Pilch Duane R, Sedelnikova Olga A, Redon Christophe, Celeste Arkady, Nussenzweig Andre, Bonner William M
Laboratory of Molecular Pharmacology, National Cancer Institute, National Insitutes of Health, Bethesda, MD 20892, USA.
Biochem Cell Biol. 2003 Jun;81(3):123-9. doi: 10.1139/o03-042.
Phosphorylated H2AX (gamma-H2AX) is essential to the efficient recognition and (or) repair of DNA double strand breaks (DSBs), and many molecules, often thousands, of H2AX become rapidly phosphorylated at the site of each nascent DSB. An antibody to gamma-H2AX reveals that this highly amplified process generates nuclear foci. The phosphorylation site is a serine four residues from the C-terminus which has been evolutionarily conserved in organisms from giardia intestinalis to humans. Mice and yeast lacking the conserved serine residue demonstrate a variety of defects in DNA DSB processing. H2AX Delta/Delta mice are smaller, sensitive to ionizing radiation, defective in class switch recombination and spermatogenesis while cells from the mice demonstrate substantially increased numbers of genomic defects. gamma-H2AX foci formation is a sensitive biological dosimeter and presents new and exciting opportunities to understand important biological processes, human diseases, and individual variations in radiation sensitivity. These potentialities demonstrate the importance of understanding the parameters and functions of gamma-H2AX formation.

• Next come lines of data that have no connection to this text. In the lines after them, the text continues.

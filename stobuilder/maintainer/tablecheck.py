"""Compare a shipped data table with its regeneration, within tolerances derived from each quantity.

The shipped tables (the fit libraries, the optimised-ζ table, the molecular STO-3G ζ table) are
made on one machine. The same code on another CPU or numpy build differs in the last bits of its
double-precision results (vectorised exp/log, BLAS kernels, summation order), so a regeneration
elsewhere is equal to the shipped file only within a tolerance, never bit for bit. This module
walks two JSON documents side by side: keys, list lengths, strings, booleans and nulls must be
identical; numbers must agree within the tolerance the table assigns to the entry's path. It
reports the largest relative difference found and where, so a ``--check`` can say "equal within
TOL (largest relative difference D at ENTRY)" or "differs: ENTRY ...".

Bit-for-bit equality remains the contract for one machine: the same code on the same software
stack writes byte-identical tables and basis files (tests/test_data_tables.py).
"""

from __future__ import annotations

import math
from collections.abc import Callable
from dataclasses import dataclass


@dataclass(frozen=True)
class Tolerance:
    """|a − b| ≤ rel · max(|a|, |b|) + abs."""

    rel: float
    abs: float = 0.0

    def allows(self, a: float, b: float) -> bool:
        return abs(a - b) <= self.rel * max(abs(a), abs(b)) + self.abs

    def __str__(self) -> str:
        return f"{self.rel:.0e} relative" + (f" + {self.abs:.0e} absolute" if self.abs else "")


@dataclass(frozen=True)
class SquaredDistance:
    """For a squared distance ε = ‖φ − χ‖² whose χ is known to within ``delta`` (in the same norm):
    by the triangle inequality two such values differ by at most 2·δ·√ε + δ²."""

    delta: float

    def allows(self, a: float, b: float) -> bool:
        return abs(a - b) <= 2 * self.delta * math.sqrt(max(a, b, 0.0)) + self.delta**2

    def __str__(self) -> str:
        return f"2·{self.delta:.0e}·√ε + {self.delta:.0e}²"


@dataclass(frozen=True)
class Measure:
    """The largest value of one kind of difference and the entry where it was found."""

    name: str
    value: float
    at: str

    def __str__(self) -> str:
        return f"largest {self.name} {self.value:.2e}" + (f" at {self.at}" if self.at else "")


@dataclass(frozen=True)
class Comparison:
    """The outcome of ``compare``: ``equal`` is True when every entry agrees within its tolerance."""

    equal: bool
    numbers: int  # how many numbers were compared
    measures: tuple[Measure, ...]  # the largest relative difference of the numbers, and any table-specific ones
    differences: tuple[str, ...]  # the entries that disagree, each with the two values (at most MAX_LISTED listed)

    def summary(self, tolerances: str) -> str:
        """One line: "equal within TOL (largest relative difference D at ENTRY)" or "differs: ..."."""
        if self.equal:
            found = "; ".join(str(m) for m in self.measures)
            return f"equal within {tolerances} ({found}; {self.numbers} numbers)"
        return "differs: " + "; ".join(self.differences)

    def extended(self, measures: tuple[Measure, ...] = (), differences: tuple[str, ...] = ()) -> "Comparison":
        """This comparison with more measures and differences (found by a table's own checks)."""
        listed = self.differences + differences
        return Comparison(self.equal and not differences, self.numbers, self.measures + measures, listed)


MAX_LISTED = 5


def relative_difference(a: float, b: float) -> float:
    scale = max(abs(a), abs(b))
    return 0.0 if a == b else abs(a - b) / scale


def _is_number(x) -> bool:
    return isinstance(x, (int, float)) and not isinstance(x, bool)


def compare(shipped, fresh, tolerance_for: Callable[[tuple[str, ...]], Tolerance | SquaredDistance | None]) -> Comparison:
    """Compare two parsed JSON documents entry by entry.

    ``tolerance_for(path)`` gives the tolerance of the number at ``path`` (a tuple of keys, list
    indices as strings), or None for a number the table checks in its own way (it still counts
    towards the largest relative difference). Non-finite numbers never agree with anything.
    """
    state = {"numbers": 0, "largest": 0.0, "at": "", "diffs": [], "count": 0}

    def differ(path, what):
        state["count"] += 1
        if len(state["diffs"]) < MAX_LISTED:
            state["diffs"].append(f"{'/'.join(path) or '(top)'} {what}")

    def walk(a, b, path):
        if isinstance(a, dict) and isinstance(b, dict):
            if list(a) != list(b):
                missing = [k for k in a if k not in b]
                extra = [k for k in b if k not in a]
                detail = "keys differ"
                if missing:
                    detail += f"; only in the shipped table: {', '.join(missing[:5])}"
                if extra:
                    detail += f"; only in the regenerated one: {', '.join(extra[:5])}"
                if not missing and not extra:
                    detail += " in order"
                differ(path, detail)
            for k in a:
                if k in b:
                    walk(a[k], b[k], path + (str(k),))
        elif isinstance(a, list) and isinstance(b, list):
            if len(a) != len(b):
                differ(path, f"has {len(a)} items shipped, {len(b)} regenerated")
            for i, (x, y) in enumerate(zip(a, b)):
                walk(x, y, path + (str(i),))
        elif _is_number(a) and _is_number(b):
            state["numbers"] += 1
            fa, fb = float(a), float(b)
            if not (math.isfinite(fa) and math.isfinite(fb)):
                differ(path, f"is not finite ({a!r} shipped, {b!r} regenerated)")
                return
            d = relative_difference(fa, fb)
            if d > state["largest"]:
                state["largest"], state["at"] = d, "/".join(path)
            tolerance = tolerance_for(path)
            if tolerance is not None and not tolerance.allows(fa, fb):
                differ(path, f"{a!r} shipped, {b!r} regenerated (relative difference {d:.2e})")
        elif type(a) is not type(b) or a != b:
            differ(path, f"{a!r} shipped, {b!r} regenerated")

    walk(shipped, fresh, ())
    diffs = tuple(state["diffs"])
    if state["count"] > len(diffs):
        diffs += (f"… {state['count'] - len(diffs)} more",)
    return Comparison(
        equal=state["count"] == 0,
        numbers=state["numbers"],
        measures=(Measure("relative difference", state["largest"], state["at"]),),
        differences=diffs,
    )


def report(name: str, comparison: Comparison, tolerances: str) -> tuple[str, int]:
    """The line a ``--check`` prints for the table ``name`` and its exit status (0 equal, 1 not)."""
    return f"{name}: {comparison.summary(tolerances)}", 0 if comparison.equal else 1


__all__ = ["Comparison", "Measure", "SquaredDistance", "Tolerance", "compare", "relative_difference", "report"]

磷酸化的H2AX(γ-H2AX)对于高效识别和(或)修复DNA双链断裂(DSB)至关重要,并且在每个新生DSB位点,通常有数千个H2AX分子会迅速发生磷酸化。针对γ-H2AX的抗体显示,这种高度放大的过程会产生核灶。磷酸化位点是C末端的第四个丝氨酸残基,该位点在从肠道贾第虫到人类的生物体中具有进化保守性。缺乏保守丝氨酸残基的小鼠和酵母在DNA DSB处理中表现出多种缺陷。H2AX Delta/Delta小鼠体型较小,对电离辐射敏感,在类别转换重组和精子发生方面存在缺陷,而来自这些小鼠的细胞显示出大量增加的基因组缺陷。γ-H2AX灶形成是一种敏感的生物剂量计,为理解重要的生物学过程、人类疾病以及辐射敏感性的个体差异提供了新的、令人兴奋的机会。这些潜力证明了理解γ-H2AX形成的参数和功能的重要性。